Observability in Selenium 4

Diagnosing problems when the Selenium server isn’t working has never been easy.

Diagnosing problems when the Selenium server isn’t working has never been easy. With Selenium 4, we have integrated OpenTelemetry to help you troubleshoot issues, optimize performance, and provide visibility into the system. By making the Selenium server observable, we are putting more power into your hands.

Need for Observability

Selenium server enables distributed testing. Instead of running the browsers for tests locally, the tests use a remote browser driver that points to a server. The server makes “smart” decisions to run tests on different remote servers. Every such remote server is capable of hosting different types of browsers and browser versions.

Selenium 3 uses Hub as the coordinator. It receives new session requests and directs them to the appropriate Node. The Node is the remote end where the browser itself runs.

Selenium 4 extends this to provide users with a way to set up a full-blown distributed system. Essentially, Selenium 4 splits the Hub into different components with additional enhancements. However, the Node’s role remains the same. To ensure the backward compatibility and simplicity of setting up Grid, standalone and hub-node mode are also available in the new Selenium server.

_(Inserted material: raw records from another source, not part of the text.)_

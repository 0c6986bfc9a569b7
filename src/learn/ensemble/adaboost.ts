/**
 * AdaBoost with trees: two classes as Algorithm 10.1 of Hastie, Tibshirani & Friedman (2009), ESL 2nd
 * ed.; K classes as SAMME (Zhu, Zou, Rosset & Hastie 2009, "Multi-class AdaBoost") — the same algorithm
 * with α = log((1 − err)/err) + log(K − 1), which is Algorithm 10.1 when K = 2.
 *
 * Each round grows a small tree on the current row weights (weighted impurity; or, with
 * `sampling: 'resample'`, on a weighted bootstrap drawn from the weights) and classifies by its most
 * probable class. Stop rules: a round with err = 0 is kept (err floored at 1e−10, so α ≈ 23 + log(K − 1))
 * and ends the fit — reweighting would be undefined; a round with err >= 1 − 1/K is no better than
 * guessing: it is discarded and ends the fit (Zhu et al. 2009 require err < (K − 1)/K).
 */
import type { Dataset } from '../../table/frame.js';
import { derive } from '../../util/rng.js';
import { leafOf, type FlatTree } from '../flat-tree.js';
import {
  isNoBetterThanGuessing, sammeStepWeight, updateRowWeights, weightedError,
} from './adaboost-weights.js';
import { growEnsembleTree } from './engine.js';
import { ensembleHeader } from './header.js';
import { impurityImportance } from './importance.js';
import type { AdaBoostModel, AdaBoostRound } from './models.js';
import { checkKnown, memberTreeKeys, memberTreeRecord, oneOf, resolveMemberTree, wholeNumber, type MemberTreeOptions } from './options.js';
import { applyClassWeights, prepareData } from './prepare.js';
import { callbackOption, type RoundCallback } from './progress.js';
import { rowSourceOf } from '../tree/row-source.js';
import { argmaxAt } from './tree-sum.js';
import { drawWeightedCounts } from './weighted-draw.js';
import { watchSetOf, type WatchSet } from './watch-set.js';
import { errors } from '../../errors.js';

export interface AdaBoostOptions extends MemberTreeOptions {
  /** Maximum rounds. __Default:__ 100. */
  readonly rounds?: number;
  /** Fit each tree on the weighted rows ('weights') or on a sample drawn by weight ('resample'). __Default:__ 'weights'. */
  readonly sampling?: 'weights' | 'resample';
  /** Seed for 'resample'. __Default:__ 0. */
  readonly seed?: number;
  /** Held-out rows scored after every round (error kept per round). __Default:__ none. */
  readonly watch?: Dataset;
  /** Weight per class label (multiplies sample weights). __Default:__ none. */
  readonly classWeights?: Readonly<Record<string, number>>;
  /** __Default:__ 1 (stumps). */
  readonly depthLimit?: number;
  /** __Default:__ 'gini'. */
  readonly criterion?: MemberTreeOptions['criterion'];
  /**
   * Called after every kept round (src/learn/ensemble/progress.ts): `trainLoss` and `watchLoss` are the
   * weighted training and watched errors, `bestRound` the round with the lowest watched error so far.
   * When a stop rule discards a round, the last report repeats the round before it with `last` set.
   * Never changes the model. __Default:__ none.
   */
  readonly onRound?: RoundCallback;
}

export const adaBoostKeys = ['rounds', 'sampling', 'seed', 'watch', 'classWeights', 'onRound', ...memberTreeKeys] as const;

/**
 * Fit AdaBoost (two-class Algorithm 10.1, or SAMME for more classes).
 * @example
 * const ada = fitAdaBoost(data, { rounds: 200, depthLimit: 2 });
 * ada.rounds.map((r) => r.trainError); // training error after each round
 */
export function fitAdaBoost(data: Dataset, options: AdaBoostOptions = {}): AdaBoostModel {
  checkKnown(options, adaBoostKeys);
  if (data.target.kind !== 'class') throw errors.badTarget(data.target.name, 'AdaBoost needs a class target');
  const rounds = wholeNumber('rounds', options.rounds ?? 100, 1);
  const sampling = oneOf('sampling', options.sampling ?? 'weights', ['weights', 'resample']);
  const seed = wholeNumber('seed', options.seed ?? 0, -(2 ** 31));
  const member = resolveMemberTree(options, { criterion: 'gini', depthLimit: 1, leafRows: 1 });
  const onRound = callbackOption<RoundCallback>('onRound', options.onRound);
  const prep = prepareData(data, 'fit AdaBoost');
  const target = prep.data.target;
  if (target.kind !== 'class') throw errors.badTarget(target.name, 'AdaBoost needs a class target');
  const K = prep.nClasses, n = prep.n, y = target.codes;
  const sw = applyClassWeights(prep, options.classWeights);
  const watch: WatchSet | null = options.watch ? watchSetOf(options.watch, prep.data.features.schema.columns, target) : null;
  const src = rowSourceOf(prep.data.features);

  let total = 0;
  for (let i = 0; i < n; i++) total += sw[i];
  const w = Float64Array.from(sw, (v) => v / total);
  const prior = Array.from({ length: K }, (_, k) => { let s = 0; for (let i = 0; i < n; i++) if (y[i] === k) s += w[i]; return s; });
  const votes = new Float64Array(n * K), watchVotes = new Float64Array(watch ? watch.n * K : 0);
  const miss = new Uint8Array(n), growW = new Float64Array(n), guess = new Int32Array(n);
  const trees: FlatTree[] = [], stepWeights: number[] = [], log: AdaBoostRound[] = [];
  let stopReason: AdaBoostModel['stopReason'] = 'rounds';
  for (let m = 0; m < rounds; m++) {
    // the grower sees weights on a row scale (sum = n) so leafRows/leafWeight keep their meaning
    const fitW = sampling === 'resample' ? drawWeightedCounts(w, derive(seed, m)) : w;
    let fs = 0;
    for (let i = 0; i < n; i++) fs += fitW[i];
    for (let i = 0; i < n; i++) growW[i] = (fitW[i] * n) / fs;
    const { tree, leafOfRow } = growEnsembleTree({
      frame: prep.data.features, weights: growW,
      response: { kind: 'class', codes: y, nClasses: K, criterion: member.criterion },
      settings: member.grow, rng: derive(seed, m, 1),
    }, member.engine);
    // rows the tree was grown on: their leaf from the grower; rows left out (weight 0): routed
    for (let i = 0; i < n; i++) {
      const leaf = leafOfRow[i] >= 0 ? leafOfRow[i] : leafOf(tree, src, i);
      guess[i] = argmaxAt(tree.value, leaf * K, K);
      miss[i] = guess[i] !== y[i] ? 1 : 0;
    }
    const err = weightedError(w, miss);
    if (isNoBetterThanGuessing(err, K)) {
      stopReason = 'guessing';
      const prev = log.at(-1);
      if (onRound && prev) onRound({ round: prev.round, total: rounds, trainLoss: prev.trainError, watchLoss: prev.watchError, bestRound: bestOf(log), last: true });
      break;
    }
    const alpha = sammeStepWeight(err, K);
    trees.push(tree);
    stepWeights.push(alpha);
    for (let i = 0; i < n; i++) votes[i * K + guess[i]] += alpha;
    let watchError = NaN;
    if (watch) {
      for (let i = 0; i < watch.n; i++) watchVotes[i * K + argmaxAt(tree.value, leafOf(tree, watch.src, i) * K, K)] += alpha;
      watchError = voteError(watchVotes, watch.y, watch.weights, K);
    }
    const entry: AdaBoostRound = { round: m + 1, weightedError: err, stepWeight: alpha, trainError: voteError(votes, y, sw, K), watchError };
    log.push(entry);
    onRound?.({ round: m + 1, total: rounds, trainLoss: entry.trainError, watchLoss: watchError, bestRound: bestOf(log), last: err <= 0 || m + 1 === rounds });
    if (err <= 0) { stopReason = 'perfect'; break; }
    updateRowWeights(w, miss, alpha);
  }
  const record: Record<string, unknown> = { rounds, sampling, ...memberTreeRecord(member) };
  if (options.classWeights) record.classWeights = { ...options.classWeights };
  return {
    ...ensembleHeader('adaboost', prep.data, record, seed),
    kind: 'adaboost', trees, stepWeights, rounds: log, stopReason, prior,
    importance: impurityImportance(trees, prep.data.features.schema.columns),
  };
}

/** Round with the lowest watched error so far (the earliest on ties), or the latest round without a watched set. */
function bestOf(log: readonly AdaBoostRound[]): number {
  let best = log.length, low = Infinity;
  for (const r of log) if (r.watchError < low) { low = r.watchError; best = r.round; }
  return best;
}

/** Weighted share of rows whose top-voted class is wrong. */
function voteError(votes: Float64Array, y: ArrayLike<number>, w: Float64Array, K: number): number {
  let bad = 0, all = 0;
  for (let i = 0; i < w.length; i++) {
    all += w[i];
    if (argmaxAt(votes, i * K, K) !== y[i]) bad += w[i];
  }
  return all > 0 ? bad / all : NaN;
}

Now picture running a full-blown distributed Selenium Grid with hundreds of Nodes with different browsers and browser versions. Testing at scale in such an infrastructure will involve large volumes of requests. How can one keep track of these requests? Enter Selenium Observability!

How Does Selenium Provide Observability?

Selenium uses OpenTelemetry to instrument tracing and event logs. Tracing keeps track of a request’s lifecycle. As a request moves through the distributed system, the trace of the request will contain all the information of its crucial operations performed along the way. Such operations are known as spans. A span can record timed logs called events, which ideally encapsulate the current state of the system. These are event logs.

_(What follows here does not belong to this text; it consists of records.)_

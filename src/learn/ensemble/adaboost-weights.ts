/**
 * The weight arithmetic of AdaBoost.
 *
 * Two classes: Algorithm 10.1 (AdaBoost.M1) of Hastie, Tibshirani & Friedman (2009), The Elements of
 * Statistical Learning, 2nd ed.: err_m = Σ w_i I(y_i ≠ G_m(x_i)) / Σ w_i, α_m = log((1 − err_m)/err_m),
 * w_i ← w_i · exp(α_m · I(y_i ≠ G_m(x_i))).
 * K classes: SAMME (Zhu, Zou, Rosset & Hastie 2009, "Multi-class AdaBoost", Statistics and Its Interface
 * 2:349–360): α_m = log((1 − err_m)/err_m) + log(K − 1), same update; for K = 2 it is Algorithm 10.1.
 */

/** Smallest error used in α, so a perfect round gets a large finite weight (log((1−1e−10)/1e−10) ≈ 23.03). */
export const errorFloor = 1e-10;

/**
 * Weighted error Σ w_i·miss_i / Σ w_i.
 * @example
 * weightedError(new Float64Array([1, 1, 2]), Uint8Array.of(0, 1, 0)); // 0.25
 */
export function weightedError(w: Float64Array, miss: Uint8Array): number {
  let bad = 0, all = 0;
  for (let i = 0; i < w.length; i++) { all += w[i]; if (miss[i]) bad += w[i]; }
  return all > 0 ? bad / all : 0;
}

/**
 * Weight of a round's classifier: α = log((1 − err)/err) + log(K − 1), err floored at `errorFloor`.
 * @example
 * sammeStepWeight(0.3, 2); // log(7/3) ≈ 0.8473 (ESL Algorithm 10.1)
 * sammeStepWeight(0.3, 3); // log(7/3) + log 2 ≈ 1.5404 (SAMME)
 */
export function sammeStepWeight(err: number, K: number): number {
  const e = Math.max(errorFloor, err);
  return Math.log((1 - e) / e) + Math.log(K - 1);
}

/**
 * True when a round is no better than guessing: err >= 1 − 1/K (SAMME needs err < (K − 1)/K; for two
 * classes err < ½). Such a round is discarded and the fit stops.
 * @example
 * isNoBetterThanGuessing(0.5, 2); // true
 */
export function isNoBetterThanGuessing(err: number, K: number): boolean {
  return err >= (K - 1) / K - 1e-12; // tolerance: rounding in err must not hide an exact tie
}

/**
 * w_i ← w_i · exp(α · miss_i) in place, then rescale so the weights sum to 1 (rescaling changes no
 * later α or decision). Returns the sum before rescaling.
 * @example
 * const w = new Float64Array([0.25, 0.25, 0.25, 0.25]);
 * updateRowWeights(w, Uint8Array.of(1, 0, 0, 0), Math.log(3)); // w = [0.5, 1/6, 1/6, 1/6]
 */
export function updateRowWeights(w: Float64Array, miss: Uint8Array, alpha: number): number {
  const up = Math.exp(alpha);
  let s = 0;
  for (let i = 0; i < w.length; i++) { if (miss[i]) w[i] *= up; s += w[i]; }
  if (s > 0) for (let i = 0; i < w.length; i++) w[i] /= s;
  return s;
}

By default, the Selenium server enables tracing. Selenium server can run in different modes:

Tracing and event logs are available for all the modes. The simplest way to see traces is in the form of console logs. By default, the Selenium server prints logs at the INFO level and above. To pass a logging level of choice while running a Selenium Grid use the log-level flag. Setting the log-level to FINE will display traces and event logs as console logs.

For a large scale system, consuming traces as logs might not be efficient. Visualizing and querying traces will quickly help troubleshoot a request failure easily. Jaeger seamlessly integrates with OpenTelemetry to provide a rich experience of querying, visualizing and collecting request traces.

Run java -jar selenium-server-<selenium-version>.jar info tracing.

It provides detailed and updated instructions to set up Jaeger with the Selenium server. Visualizing the traces makes it easy to interpret a trace and understand request flow. Now Grid users can effortlessly trace a request, drill down into an error or query them to observe what is happening.

Trace example

Refer to Selenium Observability for details.

Full-Stack Tracing

The Java client binding supports tracing. Full-stack tracing allows tracing a request from the client to the server and back. Though the client is a single component, the client trace will contain spans that help build the request. It is easier to locate a client-side problem and fix the test if needed.

We already saw how the server supports tracing and how to leverage it. For the client-side, add the Opentelemetry dependency to your project setup and add the necessary system properties to export the traces to Jaeger. Refer to RemoteWebdriver client for detailed instructions.

Leveraging Traces and Event Logs

The key to fixing a problem lies in knowing the error. For a known error situation, the event logs have you covered. It provides detailed error information and stack traces. Query the collected traces for a time range by the error code to identify the frequency of the error. It will help determine if the error is transient or not and accordingly take action.

Error event log example

Observe the request latency to identify potential bottlenecks. Each trace will also contain time taken by each span. The issue could be in the underlying infrastructure setup, the network latency, or the code itself. Irrespective of the cause, it is easier to identify the problem area.

Observability is slowly becoming a must-have property of a system. Selenium is now observable! Go ahead try it out. Let us know if you find anything that requires improvement on our end.